■ Task statement ■
Restate word for word the entries below, starting with the line with "if (step > LARGEST_STEP)" and continuing through the line with "void *copy = base_arena_take(arena, size);". Include both of those lines and no others.

[Saved entries]
──────

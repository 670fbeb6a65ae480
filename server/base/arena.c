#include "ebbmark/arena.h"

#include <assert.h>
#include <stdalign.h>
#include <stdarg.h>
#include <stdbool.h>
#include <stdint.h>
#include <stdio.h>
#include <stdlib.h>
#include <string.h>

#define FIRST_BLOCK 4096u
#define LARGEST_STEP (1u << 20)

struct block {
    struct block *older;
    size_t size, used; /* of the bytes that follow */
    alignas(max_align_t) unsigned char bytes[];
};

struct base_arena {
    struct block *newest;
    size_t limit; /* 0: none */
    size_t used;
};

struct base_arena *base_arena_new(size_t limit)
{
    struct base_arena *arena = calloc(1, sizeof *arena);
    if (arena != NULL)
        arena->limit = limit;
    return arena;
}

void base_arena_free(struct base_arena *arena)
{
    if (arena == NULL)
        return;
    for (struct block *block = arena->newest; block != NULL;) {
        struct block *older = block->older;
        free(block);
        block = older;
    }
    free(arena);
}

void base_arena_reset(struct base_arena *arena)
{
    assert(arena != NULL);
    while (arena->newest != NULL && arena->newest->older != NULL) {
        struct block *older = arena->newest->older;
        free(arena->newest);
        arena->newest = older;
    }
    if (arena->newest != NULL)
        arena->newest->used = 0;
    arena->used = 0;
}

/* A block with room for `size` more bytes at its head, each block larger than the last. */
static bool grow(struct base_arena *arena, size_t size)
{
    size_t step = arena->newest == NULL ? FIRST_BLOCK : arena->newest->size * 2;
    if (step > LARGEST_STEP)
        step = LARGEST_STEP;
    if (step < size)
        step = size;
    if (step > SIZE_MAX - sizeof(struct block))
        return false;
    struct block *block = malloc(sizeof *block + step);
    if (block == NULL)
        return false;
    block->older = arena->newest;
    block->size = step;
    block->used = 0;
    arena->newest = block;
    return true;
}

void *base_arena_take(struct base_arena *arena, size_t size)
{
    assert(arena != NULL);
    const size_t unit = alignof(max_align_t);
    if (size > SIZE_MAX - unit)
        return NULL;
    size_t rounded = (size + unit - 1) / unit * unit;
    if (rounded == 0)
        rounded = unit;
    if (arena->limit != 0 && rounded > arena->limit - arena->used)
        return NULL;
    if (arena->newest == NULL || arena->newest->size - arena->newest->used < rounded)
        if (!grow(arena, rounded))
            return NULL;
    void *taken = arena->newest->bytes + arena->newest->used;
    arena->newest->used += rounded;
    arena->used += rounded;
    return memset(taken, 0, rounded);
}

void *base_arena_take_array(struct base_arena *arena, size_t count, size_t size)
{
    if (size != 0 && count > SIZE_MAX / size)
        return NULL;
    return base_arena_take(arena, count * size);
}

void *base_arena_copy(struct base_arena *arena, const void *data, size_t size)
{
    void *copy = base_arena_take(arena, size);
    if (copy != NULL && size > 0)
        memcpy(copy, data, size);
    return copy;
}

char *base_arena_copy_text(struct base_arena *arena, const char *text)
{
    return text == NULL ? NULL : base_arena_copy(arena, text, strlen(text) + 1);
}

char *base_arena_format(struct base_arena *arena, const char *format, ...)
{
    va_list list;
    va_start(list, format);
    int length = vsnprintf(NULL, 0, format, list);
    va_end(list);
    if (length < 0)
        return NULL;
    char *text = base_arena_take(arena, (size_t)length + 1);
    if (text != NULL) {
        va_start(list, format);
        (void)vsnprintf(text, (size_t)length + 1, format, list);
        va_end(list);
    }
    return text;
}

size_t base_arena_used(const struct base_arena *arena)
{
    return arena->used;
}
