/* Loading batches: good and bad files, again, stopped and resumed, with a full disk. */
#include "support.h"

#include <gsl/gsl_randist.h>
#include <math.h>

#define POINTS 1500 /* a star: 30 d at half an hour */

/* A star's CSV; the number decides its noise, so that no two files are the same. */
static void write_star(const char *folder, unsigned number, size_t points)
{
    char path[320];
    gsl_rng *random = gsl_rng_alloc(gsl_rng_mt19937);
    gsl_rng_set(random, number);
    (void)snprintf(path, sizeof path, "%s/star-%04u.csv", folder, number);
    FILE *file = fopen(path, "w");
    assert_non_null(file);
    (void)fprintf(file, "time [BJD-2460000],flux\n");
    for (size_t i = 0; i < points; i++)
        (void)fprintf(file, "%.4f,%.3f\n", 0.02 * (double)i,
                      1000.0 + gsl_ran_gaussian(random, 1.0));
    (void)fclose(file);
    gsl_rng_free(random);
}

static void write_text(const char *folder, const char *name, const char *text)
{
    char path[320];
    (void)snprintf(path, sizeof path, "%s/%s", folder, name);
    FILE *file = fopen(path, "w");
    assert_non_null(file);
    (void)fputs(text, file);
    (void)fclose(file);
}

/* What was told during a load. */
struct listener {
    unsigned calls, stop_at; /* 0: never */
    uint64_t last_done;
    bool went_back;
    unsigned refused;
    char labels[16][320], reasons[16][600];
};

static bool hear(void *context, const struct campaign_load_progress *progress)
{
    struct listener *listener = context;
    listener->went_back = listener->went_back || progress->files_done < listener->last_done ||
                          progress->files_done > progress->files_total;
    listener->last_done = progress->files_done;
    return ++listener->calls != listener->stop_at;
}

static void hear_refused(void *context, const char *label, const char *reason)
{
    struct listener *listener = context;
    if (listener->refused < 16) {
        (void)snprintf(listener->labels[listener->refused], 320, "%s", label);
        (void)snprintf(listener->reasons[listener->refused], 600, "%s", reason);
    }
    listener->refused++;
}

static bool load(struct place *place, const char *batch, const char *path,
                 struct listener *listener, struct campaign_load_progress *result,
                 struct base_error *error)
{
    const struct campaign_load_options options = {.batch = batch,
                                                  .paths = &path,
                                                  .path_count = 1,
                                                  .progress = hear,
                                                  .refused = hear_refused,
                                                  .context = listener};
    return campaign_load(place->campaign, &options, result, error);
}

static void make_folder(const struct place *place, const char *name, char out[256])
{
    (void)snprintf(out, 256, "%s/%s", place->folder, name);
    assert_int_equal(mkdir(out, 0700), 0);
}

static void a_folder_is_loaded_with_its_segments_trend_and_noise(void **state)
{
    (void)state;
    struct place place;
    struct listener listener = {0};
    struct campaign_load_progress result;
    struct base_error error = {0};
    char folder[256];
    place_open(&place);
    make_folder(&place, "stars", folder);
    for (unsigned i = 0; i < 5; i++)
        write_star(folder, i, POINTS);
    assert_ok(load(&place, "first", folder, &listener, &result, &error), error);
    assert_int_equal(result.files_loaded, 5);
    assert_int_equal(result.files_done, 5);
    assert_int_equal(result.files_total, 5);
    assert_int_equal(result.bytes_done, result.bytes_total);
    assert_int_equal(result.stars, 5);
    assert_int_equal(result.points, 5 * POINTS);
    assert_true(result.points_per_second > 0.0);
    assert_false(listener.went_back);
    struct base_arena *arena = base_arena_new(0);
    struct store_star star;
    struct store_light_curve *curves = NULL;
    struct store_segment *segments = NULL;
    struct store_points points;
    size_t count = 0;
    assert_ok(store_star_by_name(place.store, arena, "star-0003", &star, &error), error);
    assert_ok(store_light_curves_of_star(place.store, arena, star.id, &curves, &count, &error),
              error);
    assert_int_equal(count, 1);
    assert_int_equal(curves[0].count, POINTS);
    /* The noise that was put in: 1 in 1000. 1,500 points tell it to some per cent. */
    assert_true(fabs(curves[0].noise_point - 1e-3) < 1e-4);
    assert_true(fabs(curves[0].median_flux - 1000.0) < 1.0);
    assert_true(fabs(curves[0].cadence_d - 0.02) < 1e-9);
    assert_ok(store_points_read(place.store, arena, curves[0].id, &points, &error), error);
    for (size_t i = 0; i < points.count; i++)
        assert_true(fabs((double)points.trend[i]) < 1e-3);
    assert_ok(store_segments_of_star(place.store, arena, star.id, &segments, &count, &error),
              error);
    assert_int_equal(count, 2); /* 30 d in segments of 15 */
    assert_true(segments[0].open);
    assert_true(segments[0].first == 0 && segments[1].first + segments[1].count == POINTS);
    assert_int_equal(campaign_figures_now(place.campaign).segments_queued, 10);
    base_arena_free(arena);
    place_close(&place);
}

──────

■ Answer section ■
    if (step > LARGEST_STEP)
        step = LARGEST_STEP;
    if (step < size)
        step = size;
    if (step > SIZE_MAX - sizeof(struct block))
        return false;
    struct block *block = malloc(sizeof *block + step);
    if (block == NULL)
        return false;
    block->older = arena->newest;
    block->size = step;
    block->used = 0;
    arena->newest = block;
    return true;
}

void *base_arena_take(struct base_arena *arena, size_t size)
{
    assert(arena != NULL);
    const size_t unit = alignof(max_align_t);
    if (size > SIZE_MAX - unit)
        return NULL;
    size_t rounded = (size + unit - 1) / unit * unit;
    if (rounded == 0)
        rounded = unit;
    if (arena->limit != 0 && rounded > arena->limit - arena->used)
        return NULL;
    if (arena->newest == NULL || arena->newest->size - arena->newest->used < rounded)
        if (!grow(arena, rounded))
            return NULL;
    void *taken = arena->newest->bytes + arena->newest->used;
    arena->newest->used += rounded;
    arena->used += rounded;
    return memset(taken, 0, rounded);
}

void *base_arena_take_array(struct base_arena *arena, size_t count, size_t size)
{
    if (size != 0 && count > SIZE_MAX / size)
        return NULL;
    return base_arena_take(arena, count * size);
}

void *base_arena_copy(struct base_arena *arena, const void *data, size_t size)
{
    void *copy = base_arena_take(arena, size);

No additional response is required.